Reconstruct input image from feature maps for Neural Style transfer

563 views Asked by At

I am working on Neural Style Transfer using VGG19 model. I am trying to follow the paper: A Neural Algorithm of Artistic Style (https://arxiv.org/pdf/1508.06576.pdf) and trying to reconstruct the images using the feature maps at each convolution layer as shown in the image below.

enter image description here

I have extracted the feature maps for the convolution layers as shown in the code below.

    vgg = VGG16(include_top = True, weights = "imagenet")
    model_layer_names = ["block1_conv1","block1_conv2","block2_conv1","block2_conv2","block3_conv1","block3_conv2","block3_conv3","block4_conv1",
                 "block4_conv2","block4_conv3","block5_conv1","block5_conv2","block5_conv3"]
    layer_ouputs = [vgg.get_layer(layer).output for layer in model_layer_names]
    viz_model = Model(inputs = vgg.input, outputs = layer_ouputs)
    feature_map_preds = viz_model.predict(style_img)

I am able to plot the feature maps as images.
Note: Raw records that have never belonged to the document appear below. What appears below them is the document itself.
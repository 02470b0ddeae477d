/**
 * The ranking view's table rows: every part that fits the role, admissible parts best first, then the
 * parts turned down in library order with every reason. Plain data for RankingScreen.svelte (and its
 * unit test): the texts the table shows and the numbers behind them.
 */
import { ROLE_LABELS } from '../../shared-model/index.ts';
import type { BindingConstraint, LibraryRanking, PartFigures, RankScore } from '../../shared-model/index.ts';

export interface RankRow {
  partId: string;
  partName: string;
  /** 1… for admissible parts; null for a part turned down. */
  rank: number | null;
  admissible: boolean;
  pareto: boolean;
  /** The score in its unit (W, Wh, or a fraction for weighted efficiency); null where the design did not solve. */
  score: number | null;
  scoreText: string;
  hottestText: string;
  hottestC: number | null;
  marginText: string;
  bindingText: string;
  /** Why a part is turned down (empty when admissible). */
  reasons: string[];
}

const four = (x: number): string => Number(x.toPrecision(4)).toString();

export function scoreOf(by: RankScore, f: PartFigures): number {
  return by === 'loss-at-rated' ? f.lossAtRatedW : by === 'weighted-efficiency' ? f.weightedEfficiency : f.energyPerDayWh;
}

export function scoreText(r: Pick<LibraryRanking, 'by' | 'unit'>, score: number): string {
  if (r.by === 'weighted-efficiency') return `${(score * 100).toFixed(2)} %`;
  return `${four(score)} ${r.unit}`;
}

export function bindingText(b: BindingConstraint | undefined): string {
  if (!b) return '—';
  const left = b.headroom < 0 ? `${(-b.headroom * 100).toFixed(1)} % past it` : `${(b.headroom * 100).toFixed(1)} % left`;
  return `${b.what}: ${four(b.value)} ${b.unit} of ${four(b.limit)} ${b.unit} (${left})`;
}

function figureTexts(f: PartFigures | undefined) {
  if (!f) return { hottestText: '—', hottestC: null, marginText: '—' };
  return { hottestText: `${ROLE_LABELS[f.hottestPart]} ${f.hottestC.toFixed(1)} °C`, hottestC: f.hottestC, marginText: `${f.worstMarginK.toFixed(1)} K` };
}

export function rankRows(r: LibraryRanking): RankRow[] {
  const ranked: RankRow[] = r.ranking.map((p) => ({
    partId: p.partId,
    partName: p.partName,
    rank: p.rank,
    admissible: true,
    pareto: p.pareto,
    score: p.score,
    scoreText: scoreText(r, p.score),
    ...figureTexts(p.figures),
    bindingText: bindingText(p.binding),
    reasons: [],
  }));
  const down: RankRow[] = r.inadmissible.map((p) => {
    const score = p.figures ? scoreOf(r.by, p.figures) : null;
    return {
      partId: p.partId,
      partName: p.partName,
      rank: null,
      admissible: false,
      pareto: false,
      score,
      scoreText: score === null ? '—' : scoreText(r, score),
      ...figureTexts(p.figures),
      bindingText: bindingText(p.binding),
      reasons: p.reasons,
    };
  });
  return [...ranked, ...down];
}
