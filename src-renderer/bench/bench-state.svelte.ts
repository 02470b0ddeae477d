/**
 * The bench screen's state: the measurement text (typed, pasted or opened), what the engine made of it
 * (the measurement or every problem), the parameters chosen to move, and the last calibration. The
 * engine does the work (readMeasurement, calibrate); a fit of a few dozen points takes tens of
 * milliseconds (npm run bench: fit-30-points-4-params-ms), so it runs on the page's own thread.
 */
import {
  calibrate,
  defaultFitParameters,
  readMeasurement,
  type Calibration,
  type Design,
  type Measurement,
  type MeasurementProblem,
  type OptionProblem,
  type Role,
} from '../../shared-model/index.ts';

const ROLES: readonly Role[] = ['switch', 'rectifier', 'inductor', 'inputCapacitor', 'outputCapacitor', 'senseResistor', 'controller'];

export class BenchState {
  text = $state('');
  sourceName = $state('pasted measurement');
  measurement: Measurement | null = $state.raw(null);
  problems: MeasurementProblem[] = $state.raw([]);
  selected: string[] = $state([]);
  calibration: Calibration | null = $state.raw(null);
  /** The design the calibration was fitted from (its "before"). */
  fittedFrom: Design | null = $state.raw(null);
  fitProblems: OptionProblem[] = $state.raw([]);

  /** Reads the text as a measurement for `design`; on success selects the default parameters. */
  read(design: Design): void {
    const read = readMeasurement(this.text, { design, name: this.sourceName });
    this.calibration = null;
    this.fitProblems = [];
    if (read.ok) {
      this.measurement = read.measurement;
      this.problems = [];
      this.selected = defaultFitParameters(design, measuredRolesOf(read.measurement));
    } else {
      this.measurement = null;
      this.problems = read.problems;
    }
  }

  /** Takes the measurement saved with the design. */
  useSaved(design: Design): void {
    if (!design.measurements) return;
    this.measurement = design.measurements;
    this.problems = [];
    this.calibration = null;
    this.fitProblems = [];
    this.selected = defaultFitParameters(design, measuredRolesOf(design.measurements));
  }

  fit(design: Design): void {
    if (!this.measurement) return;
    const out = calibrate(design, this.measurement, { parameters: this.selected });
    if (out.ok) {
      this.calibration = out.calibration;
      this.fittedFrom = design;
      this.fitProblems = [];
    } else {
      this.calibration = null;
      this.fitProblems = out.problems;
    }
  }

  toggle(name: string, on: boolean): void {
    this.selected = on ? [...this.selected.filter((n) => n !== name), name] : this.selected.filter((n) => n !== name);
  }
}

export function measuredRolesOf(m: Measurement): Role[] {
  return ROLES.filter((r) => m.points.some((p) => p.temperaturesC?.[r] !== undefined));
}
But I want to plot the input image (like content and style representation images as above) using the feature maps and I am cannot convert the channels (64,128,256,512) into 3 channels. Can someone please help me out on this?

Really appreciate any comments and help.

1

There are 1 answers

1
Dan Jackson On

I've had the same problem! I eventually worked it out: Set the content weight to zero and the style weight to some large positive number - I used 1000 but see what works for you. Then initialise it with a white noise array scaled to between 0 and 255:

input = np.random.randn(1, 256, 256, 3) * 255

Then depending on what level of style you want to reconstruct, set the weights for the style layers. To reconstruct from conv1 (first style reconstruction), use:

style_layer_weights = [1, 0, 0, 0, 0]

or to reconstruct from conv1 and conv2 (second style reconstruction), use:

style_layer_weights = [0.5, 0.5, 0, 0, 0]

etc

Then

for style_feature, target_feature, weight in zip(features, target_features, weights):
    style_score += style_loss(style_feature, target_feature) * weight

Then run gradient descent and it should converge to the style reconstruction.